--- Dataset content ---

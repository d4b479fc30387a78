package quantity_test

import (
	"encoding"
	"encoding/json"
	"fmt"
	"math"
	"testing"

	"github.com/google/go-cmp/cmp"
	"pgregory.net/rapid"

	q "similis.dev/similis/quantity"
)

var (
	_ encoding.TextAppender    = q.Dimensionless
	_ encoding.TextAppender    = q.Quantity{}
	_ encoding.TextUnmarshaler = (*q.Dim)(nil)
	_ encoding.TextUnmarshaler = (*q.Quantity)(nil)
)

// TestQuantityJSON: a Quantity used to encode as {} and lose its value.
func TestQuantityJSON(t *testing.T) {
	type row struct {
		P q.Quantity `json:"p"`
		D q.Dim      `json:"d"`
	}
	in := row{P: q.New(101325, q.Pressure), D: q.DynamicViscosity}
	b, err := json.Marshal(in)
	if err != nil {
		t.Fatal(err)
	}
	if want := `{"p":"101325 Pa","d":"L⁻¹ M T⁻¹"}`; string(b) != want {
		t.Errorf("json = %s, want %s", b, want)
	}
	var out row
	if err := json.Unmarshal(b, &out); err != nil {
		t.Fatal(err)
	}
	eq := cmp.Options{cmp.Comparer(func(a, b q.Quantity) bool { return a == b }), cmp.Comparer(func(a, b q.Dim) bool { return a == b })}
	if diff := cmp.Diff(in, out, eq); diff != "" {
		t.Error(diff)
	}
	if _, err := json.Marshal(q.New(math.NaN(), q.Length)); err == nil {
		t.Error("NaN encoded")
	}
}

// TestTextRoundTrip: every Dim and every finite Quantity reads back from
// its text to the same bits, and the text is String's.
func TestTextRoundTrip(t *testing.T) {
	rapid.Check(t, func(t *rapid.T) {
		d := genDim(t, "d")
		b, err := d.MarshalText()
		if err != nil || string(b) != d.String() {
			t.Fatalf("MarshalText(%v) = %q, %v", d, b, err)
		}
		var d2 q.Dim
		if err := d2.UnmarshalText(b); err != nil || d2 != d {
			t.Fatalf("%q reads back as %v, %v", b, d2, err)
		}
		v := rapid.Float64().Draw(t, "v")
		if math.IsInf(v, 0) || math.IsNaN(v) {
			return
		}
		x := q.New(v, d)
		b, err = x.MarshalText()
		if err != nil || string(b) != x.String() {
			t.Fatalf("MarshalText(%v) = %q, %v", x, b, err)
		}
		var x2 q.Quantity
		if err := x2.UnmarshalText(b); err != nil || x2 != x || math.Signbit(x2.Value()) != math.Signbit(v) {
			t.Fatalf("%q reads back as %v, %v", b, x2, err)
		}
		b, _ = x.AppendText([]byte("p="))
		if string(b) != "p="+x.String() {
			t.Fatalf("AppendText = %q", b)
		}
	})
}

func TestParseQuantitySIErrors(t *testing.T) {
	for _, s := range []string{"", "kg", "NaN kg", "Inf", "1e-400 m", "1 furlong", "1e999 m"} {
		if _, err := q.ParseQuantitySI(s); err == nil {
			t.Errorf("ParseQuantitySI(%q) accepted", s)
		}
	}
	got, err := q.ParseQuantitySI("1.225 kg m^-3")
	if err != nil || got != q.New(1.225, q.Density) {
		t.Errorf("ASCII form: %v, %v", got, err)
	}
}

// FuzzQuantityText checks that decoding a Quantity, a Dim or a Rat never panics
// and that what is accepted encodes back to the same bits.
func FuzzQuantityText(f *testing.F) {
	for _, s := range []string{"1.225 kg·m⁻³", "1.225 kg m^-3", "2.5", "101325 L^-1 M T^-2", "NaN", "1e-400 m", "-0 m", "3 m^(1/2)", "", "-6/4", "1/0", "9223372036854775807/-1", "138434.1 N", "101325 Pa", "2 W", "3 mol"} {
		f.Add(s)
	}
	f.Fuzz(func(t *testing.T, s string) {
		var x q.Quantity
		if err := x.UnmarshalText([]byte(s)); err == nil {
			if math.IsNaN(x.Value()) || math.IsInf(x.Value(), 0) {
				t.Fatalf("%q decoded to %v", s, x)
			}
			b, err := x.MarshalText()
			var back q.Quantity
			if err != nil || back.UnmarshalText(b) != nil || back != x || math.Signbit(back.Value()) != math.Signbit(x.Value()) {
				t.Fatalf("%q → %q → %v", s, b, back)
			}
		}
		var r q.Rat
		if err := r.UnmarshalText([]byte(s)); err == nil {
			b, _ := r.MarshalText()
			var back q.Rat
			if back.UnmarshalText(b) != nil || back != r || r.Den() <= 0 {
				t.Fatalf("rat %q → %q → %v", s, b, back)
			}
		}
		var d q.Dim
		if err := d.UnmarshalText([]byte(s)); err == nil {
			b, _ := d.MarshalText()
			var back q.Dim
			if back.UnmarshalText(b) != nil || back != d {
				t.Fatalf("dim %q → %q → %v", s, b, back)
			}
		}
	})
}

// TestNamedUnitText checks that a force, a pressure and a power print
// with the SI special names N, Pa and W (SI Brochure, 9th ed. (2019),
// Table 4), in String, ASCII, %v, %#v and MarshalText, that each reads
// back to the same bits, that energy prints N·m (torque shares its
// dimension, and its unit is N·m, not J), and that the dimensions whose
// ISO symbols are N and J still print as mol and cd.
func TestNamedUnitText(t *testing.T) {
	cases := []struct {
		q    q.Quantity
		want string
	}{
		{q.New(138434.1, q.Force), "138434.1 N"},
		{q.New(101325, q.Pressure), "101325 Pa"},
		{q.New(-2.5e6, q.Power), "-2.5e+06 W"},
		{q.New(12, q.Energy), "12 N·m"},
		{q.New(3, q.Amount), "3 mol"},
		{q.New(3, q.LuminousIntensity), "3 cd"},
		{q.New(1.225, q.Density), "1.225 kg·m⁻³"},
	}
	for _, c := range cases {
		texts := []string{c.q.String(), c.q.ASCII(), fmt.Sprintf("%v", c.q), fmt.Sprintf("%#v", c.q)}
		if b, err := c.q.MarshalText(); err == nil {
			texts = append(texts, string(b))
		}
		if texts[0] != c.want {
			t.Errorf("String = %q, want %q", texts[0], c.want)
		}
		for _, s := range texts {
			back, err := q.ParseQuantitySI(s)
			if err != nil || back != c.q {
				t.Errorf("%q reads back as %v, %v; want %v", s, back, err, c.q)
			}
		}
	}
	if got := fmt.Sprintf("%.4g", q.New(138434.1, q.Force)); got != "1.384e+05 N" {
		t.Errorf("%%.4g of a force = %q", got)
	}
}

---
--- Dataset content ---

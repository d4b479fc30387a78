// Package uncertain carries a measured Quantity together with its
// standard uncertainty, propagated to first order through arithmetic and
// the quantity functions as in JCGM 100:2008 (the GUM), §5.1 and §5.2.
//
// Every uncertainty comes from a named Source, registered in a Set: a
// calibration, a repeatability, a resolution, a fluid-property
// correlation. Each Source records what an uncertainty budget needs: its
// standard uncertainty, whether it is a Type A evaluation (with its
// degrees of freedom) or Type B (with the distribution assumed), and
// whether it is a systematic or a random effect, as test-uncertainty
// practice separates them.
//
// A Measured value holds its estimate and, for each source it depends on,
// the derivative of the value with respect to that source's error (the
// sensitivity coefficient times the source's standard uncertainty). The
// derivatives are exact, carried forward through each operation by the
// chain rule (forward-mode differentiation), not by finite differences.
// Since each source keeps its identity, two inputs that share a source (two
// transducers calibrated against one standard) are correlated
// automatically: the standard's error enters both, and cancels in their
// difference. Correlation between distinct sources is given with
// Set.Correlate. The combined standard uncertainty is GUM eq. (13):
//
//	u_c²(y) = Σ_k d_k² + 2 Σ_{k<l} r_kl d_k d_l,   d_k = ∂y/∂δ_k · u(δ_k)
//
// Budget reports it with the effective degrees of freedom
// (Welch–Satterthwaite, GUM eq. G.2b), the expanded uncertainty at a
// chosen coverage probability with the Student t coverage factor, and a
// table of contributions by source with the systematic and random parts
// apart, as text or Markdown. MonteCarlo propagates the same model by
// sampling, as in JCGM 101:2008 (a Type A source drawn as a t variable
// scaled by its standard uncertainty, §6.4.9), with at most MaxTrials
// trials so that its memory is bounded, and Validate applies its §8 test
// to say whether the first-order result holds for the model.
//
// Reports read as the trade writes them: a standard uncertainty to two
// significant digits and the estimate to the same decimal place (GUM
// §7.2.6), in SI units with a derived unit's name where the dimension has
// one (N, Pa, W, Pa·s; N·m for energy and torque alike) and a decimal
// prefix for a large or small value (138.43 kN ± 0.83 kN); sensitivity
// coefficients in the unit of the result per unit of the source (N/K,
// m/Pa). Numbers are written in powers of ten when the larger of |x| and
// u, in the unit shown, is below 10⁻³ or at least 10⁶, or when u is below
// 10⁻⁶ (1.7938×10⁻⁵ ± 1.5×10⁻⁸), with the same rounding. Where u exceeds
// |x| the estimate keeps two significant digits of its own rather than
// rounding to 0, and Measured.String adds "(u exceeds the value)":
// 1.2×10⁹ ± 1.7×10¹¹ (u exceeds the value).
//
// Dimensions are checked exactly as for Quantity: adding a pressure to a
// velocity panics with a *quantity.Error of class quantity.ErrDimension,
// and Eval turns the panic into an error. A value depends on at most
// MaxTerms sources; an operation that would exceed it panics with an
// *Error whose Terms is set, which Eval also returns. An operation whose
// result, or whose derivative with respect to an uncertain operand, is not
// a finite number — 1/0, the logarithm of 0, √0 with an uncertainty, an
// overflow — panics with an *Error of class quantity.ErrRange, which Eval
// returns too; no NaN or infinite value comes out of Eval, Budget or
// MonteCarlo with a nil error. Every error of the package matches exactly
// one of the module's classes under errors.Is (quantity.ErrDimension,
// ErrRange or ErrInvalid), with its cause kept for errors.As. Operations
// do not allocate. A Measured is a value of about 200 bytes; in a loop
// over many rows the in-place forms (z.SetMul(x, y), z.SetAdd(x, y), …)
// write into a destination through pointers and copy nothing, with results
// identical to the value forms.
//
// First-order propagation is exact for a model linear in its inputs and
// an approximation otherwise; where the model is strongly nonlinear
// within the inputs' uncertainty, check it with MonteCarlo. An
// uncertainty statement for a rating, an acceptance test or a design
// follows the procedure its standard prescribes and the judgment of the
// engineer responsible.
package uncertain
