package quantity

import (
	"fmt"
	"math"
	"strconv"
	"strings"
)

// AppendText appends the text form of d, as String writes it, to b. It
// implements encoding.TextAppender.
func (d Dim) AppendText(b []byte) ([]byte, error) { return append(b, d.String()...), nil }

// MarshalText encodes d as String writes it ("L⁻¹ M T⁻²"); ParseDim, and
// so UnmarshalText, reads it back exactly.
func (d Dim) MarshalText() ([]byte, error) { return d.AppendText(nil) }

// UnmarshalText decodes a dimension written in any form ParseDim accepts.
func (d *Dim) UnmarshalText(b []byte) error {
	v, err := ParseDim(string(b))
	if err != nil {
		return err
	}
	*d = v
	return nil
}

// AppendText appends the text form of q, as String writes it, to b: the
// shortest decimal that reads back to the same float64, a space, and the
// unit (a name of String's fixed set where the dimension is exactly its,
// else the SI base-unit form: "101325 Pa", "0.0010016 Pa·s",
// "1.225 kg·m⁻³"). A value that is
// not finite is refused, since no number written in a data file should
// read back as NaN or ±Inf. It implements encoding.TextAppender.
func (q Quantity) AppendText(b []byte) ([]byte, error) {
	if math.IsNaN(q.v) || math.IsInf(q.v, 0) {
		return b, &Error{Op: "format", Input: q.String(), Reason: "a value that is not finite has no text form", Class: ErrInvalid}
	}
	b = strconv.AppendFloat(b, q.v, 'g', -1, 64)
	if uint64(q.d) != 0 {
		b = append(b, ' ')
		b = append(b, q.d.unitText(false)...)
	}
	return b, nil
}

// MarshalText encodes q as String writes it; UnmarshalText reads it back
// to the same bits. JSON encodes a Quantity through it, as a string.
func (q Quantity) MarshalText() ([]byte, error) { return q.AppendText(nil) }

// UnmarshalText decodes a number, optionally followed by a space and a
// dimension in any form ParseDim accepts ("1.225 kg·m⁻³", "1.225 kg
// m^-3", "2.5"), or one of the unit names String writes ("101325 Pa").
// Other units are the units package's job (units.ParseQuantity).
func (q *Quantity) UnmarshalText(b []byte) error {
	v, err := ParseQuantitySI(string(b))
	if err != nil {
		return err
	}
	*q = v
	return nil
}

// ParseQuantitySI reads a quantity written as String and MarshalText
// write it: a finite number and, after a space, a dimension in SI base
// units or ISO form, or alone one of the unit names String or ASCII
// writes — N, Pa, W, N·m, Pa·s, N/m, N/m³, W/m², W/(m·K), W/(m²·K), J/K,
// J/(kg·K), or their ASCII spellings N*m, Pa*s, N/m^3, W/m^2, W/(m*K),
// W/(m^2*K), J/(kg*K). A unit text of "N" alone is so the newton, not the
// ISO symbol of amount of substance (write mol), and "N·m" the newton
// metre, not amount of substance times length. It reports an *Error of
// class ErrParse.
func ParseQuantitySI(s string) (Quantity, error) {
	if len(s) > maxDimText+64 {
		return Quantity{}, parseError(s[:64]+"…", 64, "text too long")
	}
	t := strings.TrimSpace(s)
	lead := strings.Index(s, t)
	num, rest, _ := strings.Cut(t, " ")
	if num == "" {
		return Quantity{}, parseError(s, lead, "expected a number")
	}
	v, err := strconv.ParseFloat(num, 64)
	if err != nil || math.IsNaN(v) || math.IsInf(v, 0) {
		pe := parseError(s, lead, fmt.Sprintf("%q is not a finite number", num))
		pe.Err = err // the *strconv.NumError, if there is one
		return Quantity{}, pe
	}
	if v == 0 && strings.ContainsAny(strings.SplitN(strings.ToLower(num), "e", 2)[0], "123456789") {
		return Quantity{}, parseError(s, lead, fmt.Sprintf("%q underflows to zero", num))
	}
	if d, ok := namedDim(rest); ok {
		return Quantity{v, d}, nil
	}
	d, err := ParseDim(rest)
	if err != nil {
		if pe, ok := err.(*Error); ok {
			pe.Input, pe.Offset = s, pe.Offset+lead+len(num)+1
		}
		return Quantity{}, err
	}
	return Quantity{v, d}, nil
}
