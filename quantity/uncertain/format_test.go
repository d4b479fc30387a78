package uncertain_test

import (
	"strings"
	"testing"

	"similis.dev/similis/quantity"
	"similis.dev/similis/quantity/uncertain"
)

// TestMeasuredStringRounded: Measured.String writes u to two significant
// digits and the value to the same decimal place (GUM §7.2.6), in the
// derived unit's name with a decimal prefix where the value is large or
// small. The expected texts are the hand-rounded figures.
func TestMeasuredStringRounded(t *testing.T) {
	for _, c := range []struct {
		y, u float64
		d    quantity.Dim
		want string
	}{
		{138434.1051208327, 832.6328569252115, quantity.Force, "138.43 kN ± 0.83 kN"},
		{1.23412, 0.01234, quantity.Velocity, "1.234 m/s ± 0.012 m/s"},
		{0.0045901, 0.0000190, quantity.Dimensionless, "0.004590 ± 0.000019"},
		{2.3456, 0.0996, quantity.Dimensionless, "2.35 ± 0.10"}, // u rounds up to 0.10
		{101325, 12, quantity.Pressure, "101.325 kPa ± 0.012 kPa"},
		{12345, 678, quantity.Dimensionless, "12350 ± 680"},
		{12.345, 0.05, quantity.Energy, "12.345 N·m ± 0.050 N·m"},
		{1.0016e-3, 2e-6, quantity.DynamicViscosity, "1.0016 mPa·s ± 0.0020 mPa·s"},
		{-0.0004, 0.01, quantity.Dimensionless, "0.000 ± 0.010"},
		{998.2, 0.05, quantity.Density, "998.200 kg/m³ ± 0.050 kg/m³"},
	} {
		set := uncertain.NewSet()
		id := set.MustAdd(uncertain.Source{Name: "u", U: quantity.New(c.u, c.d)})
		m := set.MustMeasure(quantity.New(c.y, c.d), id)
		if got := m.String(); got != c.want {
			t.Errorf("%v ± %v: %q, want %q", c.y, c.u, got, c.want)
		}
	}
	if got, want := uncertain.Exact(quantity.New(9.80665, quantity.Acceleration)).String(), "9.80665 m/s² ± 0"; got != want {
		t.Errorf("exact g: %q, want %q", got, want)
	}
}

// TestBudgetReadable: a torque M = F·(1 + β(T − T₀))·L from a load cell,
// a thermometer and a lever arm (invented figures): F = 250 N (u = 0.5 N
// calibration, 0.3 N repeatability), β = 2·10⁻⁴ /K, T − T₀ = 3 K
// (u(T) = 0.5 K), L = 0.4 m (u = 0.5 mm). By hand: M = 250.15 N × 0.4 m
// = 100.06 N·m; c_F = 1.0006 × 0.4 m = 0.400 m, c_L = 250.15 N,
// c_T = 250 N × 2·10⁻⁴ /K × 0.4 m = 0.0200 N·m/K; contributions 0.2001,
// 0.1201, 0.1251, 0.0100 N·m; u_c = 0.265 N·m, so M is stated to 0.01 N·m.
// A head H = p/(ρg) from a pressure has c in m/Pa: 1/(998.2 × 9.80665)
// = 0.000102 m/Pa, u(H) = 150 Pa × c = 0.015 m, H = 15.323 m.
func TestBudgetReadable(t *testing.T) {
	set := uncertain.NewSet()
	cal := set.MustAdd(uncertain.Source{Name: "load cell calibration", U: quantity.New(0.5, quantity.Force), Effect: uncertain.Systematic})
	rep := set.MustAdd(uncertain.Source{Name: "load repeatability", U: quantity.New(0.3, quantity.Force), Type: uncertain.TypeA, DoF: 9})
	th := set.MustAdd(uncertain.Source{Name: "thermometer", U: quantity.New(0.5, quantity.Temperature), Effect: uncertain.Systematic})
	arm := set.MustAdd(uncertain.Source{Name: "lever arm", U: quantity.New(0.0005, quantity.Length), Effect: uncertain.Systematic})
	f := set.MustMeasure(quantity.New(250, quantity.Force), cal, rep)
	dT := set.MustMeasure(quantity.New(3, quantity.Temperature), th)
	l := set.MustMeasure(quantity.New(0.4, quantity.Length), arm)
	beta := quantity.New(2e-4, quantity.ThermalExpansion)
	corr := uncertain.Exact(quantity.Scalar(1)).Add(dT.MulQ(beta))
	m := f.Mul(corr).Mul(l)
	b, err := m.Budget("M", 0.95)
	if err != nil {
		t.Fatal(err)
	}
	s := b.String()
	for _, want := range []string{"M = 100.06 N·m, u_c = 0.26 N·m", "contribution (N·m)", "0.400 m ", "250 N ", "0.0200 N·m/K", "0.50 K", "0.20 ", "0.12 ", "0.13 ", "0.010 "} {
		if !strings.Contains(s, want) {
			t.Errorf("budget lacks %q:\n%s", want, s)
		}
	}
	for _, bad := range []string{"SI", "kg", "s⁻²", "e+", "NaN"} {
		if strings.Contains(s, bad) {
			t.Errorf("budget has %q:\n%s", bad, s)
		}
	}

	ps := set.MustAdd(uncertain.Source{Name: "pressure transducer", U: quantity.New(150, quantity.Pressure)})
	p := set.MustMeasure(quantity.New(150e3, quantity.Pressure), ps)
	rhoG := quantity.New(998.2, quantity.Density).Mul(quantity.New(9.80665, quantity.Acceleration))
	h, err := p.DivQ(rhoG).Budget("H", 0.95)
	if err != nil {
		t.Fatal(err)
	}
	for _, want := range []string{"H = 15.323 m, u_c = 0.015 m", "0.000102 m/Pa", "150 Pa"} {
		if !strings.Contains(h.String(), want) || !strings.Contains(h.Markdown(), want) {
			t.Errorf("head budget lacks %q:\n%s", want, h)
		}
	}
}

---

Work required >>
Reproduce verbatim the lines above, from the line with "its §8 test" through the line with "own rather than".

Solution for this problem >>
// trials so that its memory is bounded, and Validate applies its §8 test
// to say whether the first-order result holds for the model.
//
// Reports read as the trade writes them: a standard uncertainty to two
// significant digits and the estimate to the same decimal place (GUM
// §7.2.6), in SI units with a derived unit's name where the dimension has
// one (N, Pa, W, Pa·s; N·m for energy and torque alike) and a decimal
// prefix for a large or small value (138.43 kN ± 0.83 kN); sensitivity
// coefficients in the unit of the result per unit of the source (N/K,
// m/Pa). Numbers are written in powers of ten when the larger of |x| and
// u, in the unit shown, is below 10⁻³ or at least 10⁶, or when u is below
// 10⁻⁶ (1.7938×10⁻⁵ ± 1.5×10⁻⁸), with the same rounding. Where u exceeds
// |x| the estimate keeps two significant digits of its own rather than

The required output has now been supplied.